İstanbul Cumhuriyet Başsavcılığı, gazeteci Saygı Öztürk’ün gündeme getirdiği “Ben Yeşil’im” iddiasıyla ilgili re’sen soruşturma başlattı. Başlatılan soruşturma kapsamında hem Öztürk’ün hem de kendisini “Yeşil” olarak tanıtan kişi olduğu iddia edilen kişinin ifadeleri alındı. Söz konusu kişi, kendisini Mahmut Yıldırım olarak tanıtarak, “Yeşil” kod adıyla bilinen kişiye dair önemli açıklamalar yapmıştı. Bu gelişme, basın ve kamuoyunda büyük yankı uyandırdı.
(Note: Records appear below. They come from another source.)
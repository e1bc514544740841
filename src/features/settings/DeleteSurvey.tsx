import { useState, type SyntheticEvent } from "react";
import { readRecordFile } from "#shared/api/record.ts";
import { addressOf } from "../../api/call.ts";
import { Button } from "../../components/ui/Button.tsx";
import { ButtonLink } from "../../components/ui/ButtonLink.tsx";
import { Dialog } from "../../components/ui/Dialog.tsx";
import { Field } from "../../components/ui/Field.tsx";
import { Refusal } from "../../components/ui/Refusal.tsx";
import { Section } from "../../components/ui/Section.tsx";
import { TextInput } from "../../components/ui/TextInput.tsx";
import { useDeleteSurvey } from "./queries.ts";

interface DeleteSurveyProps {
  readonly surveyId: string;
  readonly surveyName: string;
  readonly onDeleted: () => void;
}

/** Deletes a survey: the record file is offered first, and its name has to be typed. */
export function DeleteSurvey(props: DeleteSurveyProps) {
  const [open, setOpen] = useState(false);
  return (
    <Section
      title="Delete"
      lead="Everything goes: boundary, frames, draws, counts, estimates and the record. What stays here is the newest hash, so that a record file that somebody saved can still be told from a made-up one."
    >
      <div>
        <Button variant="danger" onClick={() => setOpen(true)}>
          Delete the survey…
        </Button>
      </div>
      {open && <DeleteDialog {...props} onClose={() => setOpen(false)} />}
    </Section>
  );
}

function DeleteDialog({
  surveyId,
  surveyName,
  onDeleted,
  onClose,
}: DeleteSurveyProps & { readonly onClose: () => void }) {
  const [typed, setTyped] = useState("");
  const remove = useDeleteSurvey(surveyId);
  const submit = (event: SyntheticEvent) => {
    event.preventDefault();
    if (!remove.isPending) remove.mutate(typed, { onSuccess: onDeleted });
  };
  return (
    <Dialog
      open
      onOpenChange={(next) => {
        if (!next) onClose();
      }}
      title={`Delete ${surveyName}`}
      lead="This cannot be taken back. Save the record file first: with it anybody can check the survey again."
    >
      <form className="grid gap-5" onSubmit={submit} noValidate>
        <div>
          <ButtonLink href={addressOf(readRecordFile, { params: { surveyId } })} download="">
            Save the record file
          </ButtonLink>
        </div>
        <Field label="Name of the survey" help={`Type it as it stands: ${surveyName}`}>
          <TextInput value={typed} autoComplete="off" onChange={(event) => setTyped(event.target.value)} />
        </Field>
        {remove.isError && <Refusal error={remove.error} />}
        <div className="q-dialog-acts">
          <Button onClick={onClose}>Keep the survey</Button>
          <Button type="submit" variant="danger" busy={remove.isPending} busyLabel="Deleting…">
            Delete for good
          </Button>
        </div>
      </form>
    </Dialog>
  );
}
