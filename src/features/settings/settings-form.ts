import type { SurveySettings } from "#shared/api/settings.ts";
import { SENSITIVITIES } from "#shared/api/settings.ts";
import { levelPercent, readLevel } from "#shared/estimate/level.ts";
import { problemOf } from "../../api/problem-of.ts";
import type { ComparedField } from "../../components/ui/two-versions.ts";

/**
 * The settings as they are typed, by the name of their field; those of a target begin with its id: "t1 plural". One flat
 * text each, so that two versions can be held against each other.
 */
export type SettingsFields = Readonly<Record<string, string>>;

export type Sensitivity = SurveySettings["sensitivity"];

/** What each step asks of people. */
export const SENSITIVITY_TEXTS: Readonly<Record<Sensitivity, { readonly title: string; readonly text: string }>> = {
  open: { title: "Open", text: "Anybody may know the places: nobody can do harm with them." },
  low: {
    title: "Low",
    text: "Places are for the people of the survey; elsewhere they are told by the name of the area.",
  },
  medium: {
    title: "Medium",
    text: "Exact places could do harm: waypoints and sheets go to crews only, and come back.",
  },
  high: {
    title: "High",
    text: "Exact places would do harm (nests, rare plants, finds): nobody passes on anything that shows a cell.",
  },
};

export const isSensitivity = (text: string): text is Sensitivity => SENSITIVITIES.some((one) => one === text);

export const fieldText = (fields: SettingsFields, name: string): string => fields[name] ?? "";

export function fieldsOf(settings: SurveySettings): SettingsFields {
  const { name, timeZone, level, sensitivity, safetyNotes, season, targets } = settings;
  return {
    name,
    timeZone,
    level: levelPercent(Number(level)),
    sensitivity,
    safetyNotes,
    season: season.name,
    startsOn: season.startsOn ?? "",
    endsOn: season.endsOn ?? "",
    ...Object.fromEntries(
      targets.flatMap(({ id, singular, plural, countingRule, wholeNumbers }) => [
        [`${id} singular`, singular],
        [`${id} plural`, plural],
        [`${id} rule`, countingRule],
        [`${id} counts`, wholeNumbers ? "whole" : "measured"],
      ]),
    ),
  };
}

const NEEDED: Readonly<Record<string, string>> = {
  name: "Give the survey a name: the place is usually best.",
  season: "Name the season, for example by its year.",
};

/** What is wrong, by the name of its field. */
export type FieldErrors = Readonly<Partial<Record<string, string>>>;

export function errorsOf(fields: SettingsFields, settings: SurveySettings): FieldErrors {
  const errors: Record<string, string> = {};
  for (const [name, message] of Object.entries(NEEDED))
    if (fieldText(fields, name).trim() === "") errors[name] = message;
  for (const { id } of settings.targets) {
    if (fieldText(fields, `${id} singular`).trim() === "") {
      errors[`${id} singular`] = "Write what one of them is called: “spike”.";
    }
    if (fieldText(fields, `${id} plural`).trim() === "") {
      errors[`${id} plural`] = "Write what several are called: “spikes”.";
    }
  }
  const [startsOn, endsOn] = [fieldText(fields, "startsOn"), fieldText(fields, "endsOn")];
  if (startsOn !== "" && endsOn !== "" && endsOn < startsOn) {
    errors["endsOn"] = "The season ends before it starts: mend one of the two days.";
  }
  try {
    readLevel(fieldText(fields, "level"));
  } catch (error) {
    errors["level"] = problemOf(error).message;
  }
  return errors;
}

/** What is sent. Throws the Problem of a level that cannot be read. */
export function settingsOf(fields: SettingsFields, settings: SurveySettings): SurveySettings {
  const text = (name: string) => fieldText(fields, name).trim();
  const day = (name: string) => (text(name) === "" ? null : text(name));
  const sensitivity = text("sensitivity");
  return {
    name: text("name"),
    timeZone: text("timeZone"),
    level: String(readLevel(text("level"))),
    sensitivity: isSensitivity(sensitivity) ? sensitivity : settings.sensitivity,
    safetyNotes: text("safetyNotes"),
    targets: settings.targets.map(({ id }) => ({
      id,
      singular: text(`${id} singular`),
      plural: text(`${id} plural`),
      countingRule: text(`${id} rule`),
      wholeNumbers: text(`${id} counts`) === "whole",
    })),
    season: { id: settings.season.id, name: text("season"), startsOn: day("startsOn"), endsOn: day("endsOn") },
  };
}

export const COUNTS = {
  whole: "a whole number of things",
  measured: "a measured amount, with decimals",
} as const;

/** Every field with its label and how it reads, in the order of the page. */
export function comparedFields(settings: SurveySettings): ComparedField<SettingsFields>[] {
  const plain = (key: string, label: string): ComparedField<SettingsFields> => ({
    key,
    label,
    text: (fields) => fieldText(fields, key).trim(),
  });
  const several = settings.targets.length > 1;
  return [
    plain("name", "Name of the survey"),
    plain("season", "Season"),
    plain("startsOn", "First day"),
    plain("endsOn", "Last day"),
    { key: "timeZone", label: "Time zone of the place", text: (fields) => zoneText(fieldText(fields, "timeZone")) },
    ...settings.targets.flatMap(({ id, plural }) => {
      const of = several ? `, ${plural}` : "";
      return [
        plain(`${id} singular`, `One of what is counted${of}`),
        plain(`${id} plural`, `Several of them${of}`),
        plain(`${id} rule`, `Counting rule${of}`),
        {
          key: `${id} counts`,
          label: `A count is${of}`,
          text: (fields: SettingsFields) =>
            fieldText(fields, `${id} counts`) === "whole" ? COUNTS.whole : COUNTS.measured,
        },
      ];
    }),
    { key: "level", label: "Confidence level", text: (fields) => `${fieldText(fields, "level").trim()}\u00a0%` },
    {
      key: "sensitivity",
      label: "Sensitivity",
      text: (fields) => {
        const step = fieldText(fields, "sensitivity");
        return isSensitivity(step) ? SENSITIVITY_TEXTS[step].title : step;
      },
    },
    plain("safetyNotes", "Safety notes"),
  ];
}

export const zoneText = (zone: string): string => zone.replaceAll("_", " ");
Soruşturma, içeriği itibariyle hem medya hem de hukuk çevrelerinde merakla izleniyor. Konunun başlıca odak noktalarından biri, “Yeşil” olduğu öne sürülen kişinin kimliği ve bu kişinin ne tür bir bağla, hangi olaylarla ilişkili olduğu. Saygı Öztürk’ün ve telefonla arayan kişinin ifadelerinin alınması, olayın çözülmesine yönelik önemli adımlar olarak değerlendiriliyor.
Olay, Sözcü gazetesi yazarı Saygı Öztürk’ü arayan kişinin kendisini “Yeşil” olarak tanıtmasının ardından geniş kitlelerce gündeme gelmişti. Ancak, İçişleri Bakanlığı’nın yaptığı açıklamaya göre aramayı yapan kişi, Türkiye’de yarı açık cezaevinde bulunan C. A. adlı hükümlü olarak tespit edildi. Bakanlık, bu kişinin sabıka kaydında “adam öldürme, kasten yaralama ve mala zarar verme” suçlarıyla yer aldığını belirtti. Ayrıca, telefon görüşmelerinin 9 Aralık’ta üç kez gerçekleştirildiği, ilk aramanın yaklaşık 2 dakika sürdüğü, diğer ikisinin ise çok daha uzun olduğu ifade edildi.
Başsavcılığın soruşturma dosyasına göre, aramayı yapan hükümlü ile Saygı Öztürk’ün ifadeleri alınırken, konuyla ilgili soruşturma derinleşiyor. Öztürk, telefonla arayan kişinin gerçek kimliğine dair şüphelerini dile getirerek, “Yeşil” isminin medyada ve kamuoyunda çokça konuşulduğunu, fakat söz konusu kişinin bu iddiaları tam olarak doğrulamadığını belirtti. Bu bağlamda, ifadelere dayalı olarak yapılan açıklamalar kamuoyunda farklı yorumlara neden oldu.
Öztürk’ün açıklamalarında, “Yeşil” kod adlı kişinin adının ve kimliğinin kesin bir biçimde netleşmemiş olması, medya dünyasında farklı spekülasyonları da beraberinde getirdi. Birçok uzman, telefonla yapılan görüşmenin ardında başka bağlantıların olabileceğini öne sürüyor ve bu olayın derinlemesine araştırılması gerektiğini savunuyor. Aynı zamanda, olayın medya üzerinden sürdürülmesinin, gerçeklerin daha hızlı bir şekilde açığa çıkmasına yardımcı olacağı vurgulanıyor.
Söz konusu telefon görüşmesinin medya üzerinde yarattığı yankı, basının görevini yerine getirirken karşılaştığı engelleri de gözler önüne seriyor. Birçok gazeteci, olayın sadece hukuk boyutunun değil, aynı zamanda medya etiği açısından da çok önemli olduğuna dikkat çekiyor. Konunun daha da büyümesi ve daha fazla belgenin ortaya çıkması halinde, toplumun nasıl bir tepki vereceği ise merakla bekleniyor.
Bu gelişmeler ışığında, soruşturmanın derinleşmesi, toplumda adaletin ne şekilde sağlanacağı konusunda daha fazla tartışmayı gündeme getirebilir. Bu süreç, hem medya hem de hukuk camiası için örnek teşkil edebilecek önemli bir dönemeç olabilir. Olayın seyrinin nasıl şekilleneceği, kamuoyu tarafından yakından takip edilecek.